Task item
If a line in the entries below contains "match", copy it.

Collected data
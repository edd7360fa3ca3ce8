"""A reviewer's own figures, variants, and what a worksheet says about itself. Kind: hand-worked, limit."""

from __future__ import annotations

import pytest

from scatterbay.advice.variants import variants_of
from scatterbay.api import assess, compare
from scatterbay.errors import UsageError
from scatterbay.report.states import state_sentences
from scatterbay.scenario import loads
from tests.engine.bays import TEXT
from tests.scenario.edits import refusal

MORE = """document: {reference: WS-7, author: the author's name}
stated: {interlocks: a door switch}
overrides:
  survey of May: {place: north, figure: 5 mSv/year, by: the adviser, why: measured behind the same wall next door}
variants:
  thicker: {room.sides.north: concrete 300 mm, workload.shot.beam on: 1 h/week}
  steel: {room.sides.north: 'steel 40 mm'}
"""


def text(**changes: str) -> str:
    whole = TEXT + MORE
    for old, new in changes.items():
        assert whole.count(old) == 1
        whole = whole.replace(old, new)
    return whole


def test_the_reviewers_figure_is_judged_and_both_are_shown() -> None:
    """5 mSv a year by the adviser against a goal of 0.3 mSv a year: above, whatever was computed."""
    scenario = loads(text(), "bay")
    plain, changed = (
        next(p for p in assess(s).places if p.name == "north") for s in (loads(TEXT, "bay"), scenario)
    )
    (one,) = changed.overridden
    assert one.computed.value == pytest.approx(plain.figure("year").value)
    assert changed.figure("year").value == pytest.approx(5e-3)
    assert changed.figure("week").value == pytest.approx(plain.figure("week").value)
    assert changed.verdict == "above"
    said = " ".join(state_sentences(changed))
    assert "5.0 mSv/year by the adviser" in said
    assert "as computed" in said
    assert any(a.topic == "overrides" for a in scenario.assumptions)


def test_a_worksheet_says_what_it_is_told() -> None:
    scenario = loads(text(), "bay")
    assert scenario.document == (("reference", "WS-7"), ("author", "the author's name"))
    assert scenario.stated == (("interlocks", "a door switch"),)


def test_variants_are_scenarios_of_their_own() -> None:
    thicker, steel = variants_of(loads(text(), "bay"))
    north = [next(s for s in one.room.sides if s.name == "north").make_up.text for one in (thicker, steel)]
    assert north == ["concrete 300 mm", "steel 40 mm"]
    assert thicker.workloads[0].seconds_per_week == pytest.approx(3600.0)
    assert steel.workloads[0].seconds_per_week == pytest.approx(7200.0)
    assert variants_of(loads(TEXT, "bay")) == []


def test_one_file_compared_with_its_variants() -> None:
    found = compare(loads(text(), "bay"))
    assert [one.scenario.path for one in found.options] == ["bay", "bay: thicker", "bay: steel"]
    assert {change.where for change in found.options[1].changes} == {
        "room.sides.north",
        "workload.shot.beam on",
    }
    with pytest.raises(UsageError, match="names variants"):
        compare(loads(TEXT, "bay"))


def test_a_variant_of_something_that_is_not_there() -> None:
    wrong = text(**{"steel: {room.sides.north: 'steel 40 mm'}": "steel: {room.sides.nroth: 'steel 40 mm'}"})
    with pytest.raises(UsageError, match=r"did you mean 'room\.sides\.north'"):
        variants_of(loads(wrong, "bay"))


@pytest.mark.parametrize(
    ("old", "new", "said"),
    [
        ("place: north, figure", "place: nroth, figure", "did you mean 'north'"),
        ("figure: 5 mSv/year", "figure: 5 mSv", "5 mSv"),
        (", why: measured behind the same wall next door", "", "'why' is missing"),
        (
            "variants:\n",
            "  again: {place: north, figure: 1 mSv/year, by: x, why: y}\nvariants:\n",
            "overrides the same",
        ),
        ("steel: {room.sides.north: 'steel 40 mm'}", "steel: thick", "a variant is a mapping"),
        ("author: the author's name", "autor: x", "did you mean 'author'"),
    ],
)
def test_refused(old: str, new: str, said: str) -> None:
    error = refusal(text(**{old: new}))
    assert said in error.render(), error.render()
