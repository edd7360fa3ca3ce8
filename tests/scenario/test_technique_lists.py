"""Medical workloads: technique lists, patients, kerma-area product, leakage technique factors. Kind: hand-worked."""

from __future__ import annotations

import pytest

from scatterbay.scenario import loads
from scatterbay.scenario.parts import Scenario, XrayTube
from tests.scenario.edits import refusal

TEXT = """
format: 1
title: a room
room:
  corners: [[0, 0], [5, 0], [5, 4], [0, 4]]
  height: 3 m
  sides: {south: lead 2 mm, east: lead 2 mm, north: lead 2 mm, west: lead 2 mm}
  ceiling: concrete 150 mm
  floor: on the ground
sources:
  tube:
    x-ray tube: 150 kV
    current: 250 mA
    filtration: aluminium 3 mm
    output: 9 mGy m2/(mA min)
    leakage: 0.876 mGy/h at 1 m at 150 kV, 3.3 mA
beams:
  wall stand: {source: tube, at: [1, 2, 1.3], aim: east, field: 400 mm x 400 mm at 1.8 m, behind: table and receptor}
  table: {source: tube, at: [3, 2, 2], aim: down, field: 300 mm x 300 mm at 1 m}
workload:
  table: {patients: 120/week, per patient: 1.9 mA min, worst hour: 8 patients, worst day: 30 patients, weeks: 50}
techniques:
  chest PA: {beam: wall stand, voltage: 125 kV, charge: 2 mA s, exposures: 240/week, worst hour: 20 exposures,
             worst day: 80 exposures, in a minute: 2, output: 7 mGy m2/(mA min)}
  chest child: {beam: wall stand, voltage: 70 kV, charge: 1.5 mA s, exposures: 30/week, worst hour: 5 exposures,
                field: 250 mm x 250 mm at 1.8 m}
people:
  others: {area: public, goals: [0.3 mSv/year]}
places:
  beyond it: {beyond: north, along: 2 m, people: others}
never together:
  - [wall stand, table]
"""


def changed(old: str, new: str) -> str:
    assert TEXT.count(old) == 1, old
    return TEXT.replace(old, new)


def tube(scenario: Scenario, name: str) -> XrayTube:
    found = next(s for s in scenario.sources if s.name == name)
    assert isinstance(found, XrayTube)
    return found


def test_a_technique_becomes_a_setting_a_beam_and_a_workload() -> None:
    """2 mA s twice a minute is 4 / 60 mA on average; 240 exposures are 120 such minutes: 480 mA s."""
    scenario = loads(TEXT, "list")
    assert [b.name for b in scenario.beams] == ["wall stand: chest PA", "wall stand: chest child", "table"]
    setting = tube(scenario, "tube: chest PA")
    load = next(w for w in scenario.workloads if w.beam == "wall stand: chest PA")
    assert setting.current.value == pytest.approx(4e-3 / 60.0)
    assert setting.per_exposure == pytest.approx(2e-3)
    assert setting.set_name == "tube"
    assert load.seconds_per_week == pytest.approx(120 * 60.0)
    assert load.seconds_per_week * setting.current.value == pytest.approx(240 * 2e-3)
    assert load.seconds_in_worst_hour * setting.current.value == pytest.approx(20 * 2e-3)
    assert load.seconds_in_worst_day * setting.current.value == pytest.approx(80 * 2e-3)


def test_what_was_measured_stays_where_it_was_measured() -> None:
    """The list's own output holds at its voltage; the tube's, measured at 150 kV, scales the model at 70 kV."""
    scenario = loads(TEXT, "list")
    own, scaled = tube(scenario, "tube: chest PA"), tube(scenario, "tube: chest child")
    assert own.output is not None
    assert own.output.text == "7 mGy m2/(mA min)"
    assert own.output_at is None
    assert scaled.output is not None
    assert scaled.output.text == "9 mGy m2/(mA min)"
    assert scaled.output_at is not None
    assert scaled.output_at.value == 150.0
    assert any("scales the model" in a.text for a in scenario.assumptions)


def test_fields_of_the_list_and_of_the_beam() -> None:
    fields = {b.name: b.field.text for b in loads(TEXT, "list").beams}
    assert fields["wall stand: chest PA"] == "400 mm x 400 mm at 1.8 m"
    assert fields["wall stand: chest child"] == "250 mm x 250 mm at 1.8 m"


def test_never_together_takes_every_technique_of_a_beam() -> None:
    assert loads(TEXT, "list").never_together == (
        ("wall stand: chest PA", "wall stand: chest child", "table"),
    )


def test_patients_by_their_charge() -> None:
    """120 patients at 1.9 mA min each: 228 mA min a week; 8 in the worst hour; 1.9 mA on average over a minute."""
    scenario = loads(TEXT, "list")
    load = next(w for w in scenario.workloads if w.beam == "table")
    current = tube(scenario, "tube: table").current.value
    assert current == pytest.approx(1.9e-3)
    assert load.seconds_per_week * current == pytest.approx(228e-3 * 60.0)
    assert load.seconds_in_worst_hour * current == pytest.approx(8 * 1.9e-3 * 60.0)


def test_charge_spread_over_voltages() -> None:
    text = changed(
        "1.9 mA min, worst hour", "1.9 mA min, voltages: {70 kV: 0.3, 85 kV: 0.5, 100 kV: 20 %}, worst hour"
    )
    setting = tube(loads(text, "list"), "tube: table")
    assert [(v.value, share) for v, share in setting.voltages] == [(70.0, 0.3), (85.0, 0.5), (100.0, 0.2)]
    assert setting.voltage.value == 100.0
    assert setting.set_name == "tube"


def test_kerma_area_product() -> None:
    text = changed(
        "patients: 120/week, per patient: 1.9 mA min, worst hour: 8 patients, worst day: 30 patients",
        "kerma-area product: 300 Gy cm2/week, worst hour: 20 Gy cm2, worst day: 90 Gy cm2",
    )
    load = next(w for w in loads(text, "list").workloads if w.beam == "table")
    assert load.area_product == pytest.approx((0.03, 0.002, 0.009))


def test_the_preset_is_named_with_its_source() -> None:
    scenario = loads(TEXT, "list")
    assert scenario.beams[0].behind_object is not None
    assert scenario.beams[0].behind_object[1].text == "lead 0.85 mm"
    assert any("NCRP Report 147" in a.text for a in scenario.assumptions)


def test_leakage_technique_factors() -> None:
    leak = tube(loads(TEXT, "list"), "tube: chest PA").leakage
    assert leak is not None
    assert leak.voltage is not None
    assert leak.current is not None
    assert (leak.rate.value * 3600.0, leak.voltage.value, leak.current.value) == pytest.approx(
        (0.876e-3, 150.0, 3.3e-3)
    )


REFUSED = [
    ("beam: wall stand, voltage: 125 kV", "beam: wallstand, voltage: 125 kV", "there is no beam 'wallstand'"),
    ("voltage: 125 kV", "voltage: 160 kV", "more than the 150 kV"),
    ("voltage: 125 kV", "voltage: 30 kV", "outside the model"),
    ("charge: 2 mA s", "charge: 2 mA", "2 mA"),
    ("exposures: 240/week", "exposures: 240", "not a number per week"),
    ("worst hour: 20 exposures", "worst hour: 20 patients", "not a number of exposures"),
    ("worst hour: 20 exposures", "worst hour: 130 exposures", "of beam in an hour"),
    ("in a minute: 2", "in a minute: 0", "in a minute"),
    (" at 150 kV, 3.3 mA", "", "without technique factors"),
    ("at 150 kV, 3.3 mA", "at 150 kV", "both leakage technique factors"),
    ("at 150 kV, 3.3 mA", "at 120 kV, 3.3 mA", "below the tube's 150 kV"),
    ("behind: table and receptor", "behind: tabel", "tabel"),
    ("per patient: 1.9 mA min, ", "", "'per patient' is missing"),
    ("worst hour: 8 patients", "worst hour: 10 min", "not stated like 'patients'"),
    ("1.9 mA min, worst", "1.9 mA min, voltages: {70 kV: 0.3, 85 kV: 0.5}, worst", "add up to 0.8"),
    ("1.9 mA min, worst", "1.9 mA min, voltages: {70 V: 1}, worst", "outside the model"),
    ("patients: 120/week, per patient: 1.9 mA min, worst hour: 8 patients", "beam on: 1 h/week, per patient: 1 mA min",
     "goes with patients"),
    ("patients: 120/week, per patient: 1.9 mA min, worst hour: 8 patients, worst day: 30 patients",
     "kerma-area product: 300 Gy cm2/week", "'worst hour' is missing"),
    ("patients: 120/week, per patient: 1.9 mA min, worst hour: 8 patients, worst day: 30 patients",
     "kerma-area product: 300 mGy/week", "kerma-area product"),
    ("patients: 120/week, per patient: 1.9 mA min, worst hour: 8 patients, worst day: 30 patients",
     "cycles: 3/week, exposure: 1 min", "of sealed sources"),
    ("workload:\n", "workload:\n  wall stand: {beam on: 1 min/week}\n", "has techniques, which are its workload"),
]  # fmt: skip


@pytest.mark.parametrize(("old", "new", "said"), REFUSED)
def test_refused(old: str, new: str, said: str) -> None:
    error = refusal(changed(old, new))
    assert said in error.render(), error.render()
    assert all(problem.line for problem in error.problems)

Solution to the problem
    with pytest.raises(UsageError, match="names variants"):
    with pytest.raises(UsageError, match=r"did you mean 'room\.sides\.north'"):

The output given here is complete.